Of course, a reality check is needed. Latin American leaders have long dreamt of achieving regional political unity. They include, of course, Simon Bolivar himself, the Caracas-born revolutionary leader who liberated vast swathes of South America from the Spanish in the first two decades of the nineteenth century. Every attempt at regional unity, no matter how well-intentioned, has so far failed. Further complicating matters is the morass of pre-existing commitments any new union would have to contend with, as Kurt Hackbath notes in an article for the Jacobin:
The ink is barely dry on the United States-Mexico-Canada Agreement (USMCA), the sequel to the North American Free Trade Agreement (NAFTA) tying Mexico to the United States and Canada (and which was supported by AMLO himself). But that is far from all. Of the twenty countries with which the United States has free-trade agreements, over half are with Latin America, including virtually all of Central America, as well as Colombia, Chile, and Peru. Several more, including Mercosur, have agreements in force or in process with the European Union.
Unsurprisingly, the thrust of the these accords is to strengthen the hand of multinationals, wiring in intellectual property rights, reducing taxes and regulations on business activity, opening countries to uncontrolled trade flows, allowing unrestricted access to raw materials, and channeling disputes to friendly private tribunals.
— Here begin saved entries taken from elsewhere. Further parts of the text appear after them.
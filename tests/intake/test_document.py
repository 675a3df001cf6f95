"""What is no TOML within the limits is refused in one line, whatever the bytes."""

from __future__ import annotations

import pytest
from intake_samples import SHORT, US, faults

from calcpack.intake.document import DEEPEST, MOST_BYTES, DecimalText, parse


def nested(depth: int) -> str:
    return "x = " + "[" * depth + "]" * depth


def dotted(depth: int) -> str:
    return ".".join("k" * (depth + 1)) + " = 1"


@pytest.mark.parametrize(
    ("data", "line"),
    [
        (b"", "empty, must state format, units, cover and beam"),
        (b" \n# only a remark\n", "empty, must state format, units, cover and beam"),
        (b"\xef\xbb\xbf", "empty, must state format, units, cover and beam"),
        (b"format = 1\nunits = \xff", "byte 0xff in line 2, must be UTF-8 text"),
        (b"\x89PNG\r\n\x1a\n", "byte 0x89 in line 1, must be UTF-8 text"),
        (b"x = " + b"9" * 5000, "a number of thousands of digits, must have at most 15"),
        (b"x" * (MOST_BYTES + 1), "1,048,577 bytes, must have at most 1,048,576 bytes"),
        (nested(DEEPEST + 1).encode(), "tables in tables, must be nested at most 8 deep"),
        (dotted(DEEPEST + 1).encode(), "tables in tables, must be nested at most 8 deep"),
        (b"a.b.c.d = [[[[[[1]]]]]]", "tables in tables, must be nested at most 8 deep"),
        (b"[" * 10**6, "tables in tables, must be nested at most 8 deep"),
        (b"a." * 500_000 + b"a = 1", "tables in tables, must be nested at most 8 deep"),
    ],
)
def test_refused_whole(data: bytes, line: str) -> None:
    assert faults(data) == [f"calc.toml: {line}"]


@pytest.mark.parametrize(
    "data",
    [b"\0", b"a = 1\na = 2", b"[a]\n[a]", b"a = 1\n[a]", b"a = {x = 1, x = 2}", b"a =", b'a = "',
     b"a = 2026-02-30", b"a = 01", b'"\\ud800" = 1', b"\x1b[31m = 1", b"a = 'x\ny'"],
)  # fmt: skip
def test_what_is_not_toml_is_refused_in_one_line(data: bytes) -> None:
    (line,) = faults(data, "odd\nname.toml")
    assert line.startswith("odd\\nname.toml: ")
    assert line.endswith(", must be TOML")
    assert line.isprintable()


def test_the_deepest_nesting_is_read() -> None:
    for text in (nested(DEEPEST), dotted(DEEPEST), "a.b.c.d = [[[[[1]]]]]"):
        assert parse(text.encode(), "calc.toml")


@pytest.mark.parametrize(
    "text",
    [
        "x = '''[[[[[[[[[[''' # [[[[[[[[[[",
        'x = """[[[[[[[["[[""" # a.b.c.d.e.f.g.h.i.j.k',
        'x = """""[[[[[[[[[[\\"""[[[[[[[[[["""""',
        "'a.b.c.d.e.f.g.h.i.j.k' = '[[[[[[[[[['",
        'x = "a.b.c.d.e.f.g.h.i.j.k\\"[[[[[[[[[["',
        "x = ['[[[', '[[[', '[[[', 1.0, 1.0, 1.0, 1.0, 1.0, 1.0, 1.0, 1.0, 1.0]",
    ],
)
def test_brackets_and_dots_in_texts_and_remarks_do_not_count(text: str) -> None:
    assert "x" in parse(text.encode(), "calc.toml") or "'" in text


@pytest.mark.parametrize("opening", ['x = """', "x = '''", 'x = "', "x = '"])
def test_brackets_after_a_text_that_has_no_end_are_no_matter(opening: str) -> None:
    assert faults(opening + nested(DEEPEST + 1))[0].endswith(", must be TOML")


def test_numbers_keep_their_text() -> None:
    assert parse(b"x = [1_0.50, 1e3, inf]", "calc.toml") == {
        "x": [DecimalText("1_0.50"), DecimalText("1e3"), DecimalText("inf")]
    }


def test_a_file_just_within_the_size_is_read() -> None:
    remark = "#" * (MOST_BYTES - len(SHORT) - 1) + "\n"
    assert faults(SHORT + remark) == []
    assert faults(US + remark) != []
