"""The force method: redundants, flexibilities, and the curves under unit redundants."""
Absent a region-wide move to renegotiate or withdraw, it is hard to see how anything more than a pro forma union could be compatible with this entangling mesh of agreements, whose counterparts would no doubt wield them in courts for years to come in order to block any progress toward serious integration.
In other words, trying to build a Latin American Union is going to be a gargantuan task with huge obstacles and pitfalls to overcome, including, of course, the worsening economic fallout of the ongoing global pandemic, the ongoing war in Ukraine and US-EU-UK sanctions on Russia, which are bitterly opposed by most governments in Latin America. But if Lula does win in October, Washington could end up facing a very different political reality in its hemisphere.
The gathering boycott of Biden’s Summit of the Americas could just be a foretaste of what is to come. As Chatham House’s Christopher Sabatini writes in Foreign Policy, “the real risk is that — after nearly three decades of summitry — this year’s event may be interpreted as a gravestone on U.S. influence in the region.”